Sunday 6 December 2015

What I Know Is True

Sometimes I get this pain in my chest, and it practically stops me in my tracks. Now, I have learnt to stop and breathe it out, but that hasn't always been the case. There was a time when this pain came everywhere with me. This pain even had a name! This pain was and is fear. 

There was a time when I let this pain consume me and when I let fear rule all my thoughts. 
I am not saying that I have conquered fear but I will not let it take over anymore. 

When fear comes knocking I hold on to what I know is true. This has taken a lot of effort and determination as I cannot see what I know is true. However when I breathe out truth instead of filling up on fear, I might not be able to see truth, but I do feel peace. 

What is the truth I hold on to? It is the strong foundation that I am trying to build on. It is Love, Faith, Joy and Hope. 

I am loved, with a love that is lavished upon me and because of this amazing love, I have faith, joy and hope. No one can take that love away from me as it has been given to me even though I do not deserve it. When I remove the doubt that I do not deserve to be loved in such a way, I remove the fear that I am not good enough. I stand completely surrounded by love. 

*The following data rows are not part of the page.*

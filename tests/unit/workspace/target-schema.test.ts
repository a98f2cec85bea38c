import { describe, expect, it } from "vitest";
import { createTargetSchema, lensHypothesisErrors, updateTargetSchema } from "@/lib/workspace/target-schema";

const point = { lensModel: "point" as const, lensMassSolar: 0.5, lensDistancePc: 4000, sourceDistancePc: 8000, sourceOffsetThetaE: 0.3 };

describe("target input", () => {
  it("turns typed coordinates into degrees and starts with no tags", () => {
    const parsed = createTargetSchema.parse({ name: " T1 ", ra: "12 00 00", dec: "-45 30 00", ...point, priority: 1 });
    expect(parsed).toMatchObject({ name: "T1", ra: 180, dec: -45.5, tags: [] });
    expect("status" in parsed).toBe(false);
  });

  it("names every bad field at once", () => {
    const result = createTargetSchema.safeParse({ name: "", ra: "25 00 00", dec: "x", ...point, priority: 9, tags: ["has space"] });
    expect(result.success).toBe(false);
    const fields = new Set(result.error!.issues.map((i) => String(i.path[0])));
    expect(fields).toEqual(new Set(["name", "ra", "dec", "priority", "tags"]));
  });

  it("a status-only update leaves the tags alone (regression: a default in the base schema cleared them)", () => {
    expect(updateTargetSchema.parse({ status: "accepted" })).toEqual({ status: "accepted" });
  });
});

describe("lens hypothesis across fields", () => {
  it("accepts a complete point-lens or isothermal hypothesis", () => {
    expect(lensHypothesisErrors(point)).toEqual({});
    expect(lensHypothesisErrors({ lensModel: "sis", velocityDispersionKmPerS: 250, lensRedshift: 0.4, sourceRedshift: 1.8, sourceOffsetThetaE: 0.3 })).toEqual({});
  });

  it("asks for the parameter each model needs", () => {
    expect(Object.keys(lensHypothesisErrors({ ...point, lensMassSolar: null }))).toEqual(["lensMassSolar"]);
    expect(Object.keys(lensHypothesisErrors({ ...point, lensModel: "sis" }))).toEqual(["velocityDispersionKmPerS"]);
  });

  it("wants the source behind the lens, and one kind of geometry", () => {
    expect(Object.keys(lensHypothesisErrors({ ...point, sourceDistancePc: 3000 }))).toEqual(["sourceDistancePc"]);
    expect(Object.keys(lensHypothesisErrors({ ...point, lensRedshift: 0.1, sourceRedshift: 0.5 }))).toEqual(["lensRedshift"]);
    expect(Object.keys(lensHypothesisErrors({ ...point, lensDistancePc: null, sourceDistancePc: null, lensRedshift: 0.5, sourceRedshift: 0.5 }))).toEqual(["sourceRedshift"]);
    expect(Object.keys(lensHypothesisErrors({ ...point, lensDistancePc: null }))).toEqual(["lensDistancePc"]);
  });
});
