/**
 * The method of the module comment for one visit, into `out`; the visit's numbers checked here. The
 * brightest pixel's exact share (a quadrature, most of a visit's cost) is computed when
 * `needsPeakShare` or when its bounds leave the saturation verdict open.
 */
function evaluateVisit(
  budget: PreparedBudget,
  airmass: number,
  targetZenithDeg: number,
  moonZenithDeg: number,
  separationDeg: number,
  phaseAngleDeg: number,
  magnitude: number,
  needsPeakShare: boolean,
  out: VisitScratch,
): void {
  requireVisit(airmass, targetZenithDeg, moonZenithDeg, separationDeg, phaseAngleDeg);
  const { instrument, sky, electronsPerSAtZeroMag } = budget;
  const seeing = seeingFwhmAtAirmassArcsec(instrument.seeingFwhmZenithArcsec, airmass);
  const radius = instrument.apertureRadiusFwhm * seeing;
  const pixelCount = aperturePixelCount(radius, instrument.pixelScaleArcsec);
  const sourceTotal = electronsPerSAtZeroMag * 10 ** (-0.4 * magnitudeThroughAtmosphere(magnitude, sky.extinctionMagPerAirmass, airmass));
  const sourceInAperture = sourceTotal * encircledEnergyFraction(instrument.psf, radius, seeing);

  const moonMag = moonMagAt(sky, budget.sunColourMag, targetZenithDeg, moonZenithDeg, separationDeg, phaseAngleDeg);
  const skyMag = addInFlux(darkSkyMagAt(sky, targetZenithDeg), moonMag);
  const pixelArcsec2 = instrument.pixelScaleArcsec * instrument.pixelScaleArcsec;
  const skyPerPixel = electronsPerSAtZeroMag * 10 ** (-0.4 * skyMag) * pixelArcsec2;

  const { readNoiseElectrons: read, darkElectronsPerSPerPixel: dark } = instrument;
  out.signalToNoise = signalToNoiseFromRates(sourceInAperture, skyPerPixel, dark, read, pixelCount, budget.exposureS);
  out.exposureForGoalS = exposureFromRates(sourceInAperture, skyPerPixel, dark, read, pixelCount, budget.signalToNoiseGoal);
  // The pixel lies between its inscribed and circumscribed circles, so their encircled energies bound
  // its share; when both bounds fall on one side of the full well the quadrature cannot change the
  // verdict and a series (which keeps only the verdict) skips it.
  const halfSide = instrument.pixelScaleArcsec / 2;
  const usedExposureS = Math.min(out.exposureForGoalS, budget.exposureS);
  const upper = fullWellShare(budget, usedExposureS, sourceTotal, encircledEnergyFraction(instrument.psf, halfSide * Math.SQRT2, seeing), skyPerPixel);
  const lower = fullWellShare(budget, usedExposureS, sourceTotal, encircledEnergyFraction(instrument.psf, halfSide, seeing), skyPerPixel);
  if (needsPeakShare || (lower < 1 && upper >= 1)) {
    out.peakPixelFullWellFraction = fullWellShare(budget, usedExposureS, sourceTotal, peakPixelFluxFraction(instrument.psf, seeing, instrument.pixelScaleArcsec), skyPerPixel);
    out.isSaturated = out.peakPixelFullWellFraction >= 1;
  } else {
    out.peakPixelFullWellFraction = Number.NaN;
    out.isSaturated = lower >= 1;
  }
  out.skyMagPerArcsec2 = skyMag;
  out.moonMagPerArcsec2 = moonMag;
  out.seeingFwhmArcsec = seeing;
}
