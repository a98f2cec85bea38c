"use client";

import { useEffect, useMemo, useState } from "react";
import type { SkySiteInput } from "@/lib/astro/inputs";
import { nightlyVisibility } from "@/lib/astro/visibility";
import { NightChart } from "@/lib/figures/night-chart";
import type { ObservingSchedule } from "@/lib/schedule";
import { nightPlan } from "@/lib/schedule/timeline-plot";
import { NightDateControl } from "./night-date-control";
import { NightFigures } from "./night-figures";

interface TargetNightPanelProps {
  site: SkySiteInput;
  target: { name: string; raDeg: number; decDeg: number };
  airmassLimit: number;
  /** The night shown first, `YYYY-MM-DD` (the page picks it from the address bar or the cycle). */
  initialNightIso: string;
  /** The target's simulated schedule over the proposal's cycle (computed on the server); null without cycle dates. */
  schedule: ObservingSchedule | null;
}

/**
 * One target's night from its proposal's site: chart, figures (with the Sun caution when it applies),
 * the visits the target's schedule plans that night (read from the whole cycle's schedule, so a
 * cadence longer than a night carries over from the nights before) and the date control. The night
 * lives in the address bar (`?night=`), so a link reopens it.
 */
export function TargetNightPanel({ site, target, airmassLimit, initialNightIso, schedule }: TargetNightPanelProps) {
  const [nightIso, setNightIso] = useState(initialNightIso);
  const result = useMemo(() => {
    try {
      return { visibility: nightlyVisibility(site, target, nightIso, { airmassLimit }), error: null };
    } catch (error) {
      return { visibility: null, error: error instanceof Error ? error.message : String(error) };
    }
  }, [site, target, nightIso, airmassLimit]);
  const plan = useMemo(() => nightPlan(schedule, nightIso), [schedule, nightIso]);

  useEffect(() => {
    const url = new URL(window.location.href);
    if (url.searchParams.get("night") === nightIso) return;
    url.searchParams.set("night", nightIso);
    window.history.replaceState(window.history.state, "", url);
  }, [nightIso]);

  return (
    <section aria-labelledby="night-heading" className="space-y-3">
      <h2 id="night-heading" className="text-xl font-semibold">
        Night from {site.name}
      </h2>
      <NightDateControl value={nightIso} onChange={setNightIso} />
      {result.visibility ? (
        <div className="grid gap-6 lg:grid-cols-[2fr_1fr]">
          <div className="rounded-md border border-void-edge">
            <NightChart visibility={result.visibility} plannedVisits={schedule === null ? undefined : { visitsJdUtc: plan.visitsJdUtc, visitLengthDays: schedule.visitLengthDays }} />
            <p className="px-3 pt-2 text-sm" data-testid="night-planned-visits" data-count={plan.visitsJdUtc.length}>
              {plan.sentence}
            </p>
            <p className="px-3 py-2 text-xs text-dusk-dim">
              Sky shading from light to dark: day, civil, nautical and astronomical twilight, darkness (Sun below −18°).
              Green fill: dark time above the limit (air mass ≤ {airmassLimit}, Pickering 2002; site horizon {site.horizonLimitDeg}°). White bands and diamonds: the visits the simulated schedule plans. Times UTC.
            </p>
          </div>
          <NightFigures visibility={result.visibility} />
        </div>
      ) : (
        <p role="alert" className="text-alarm">
          The night could not be computed: {result.error}
        </p>
      )}
    </section>
  );
}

When fear comes I try not to let it take hold. 
                             I still my heart and then fill it with truth. 
                                            Wonderful truth...
                                                              ...love
                                                                        ...peace
                                                                                     ...and the promise of a new day.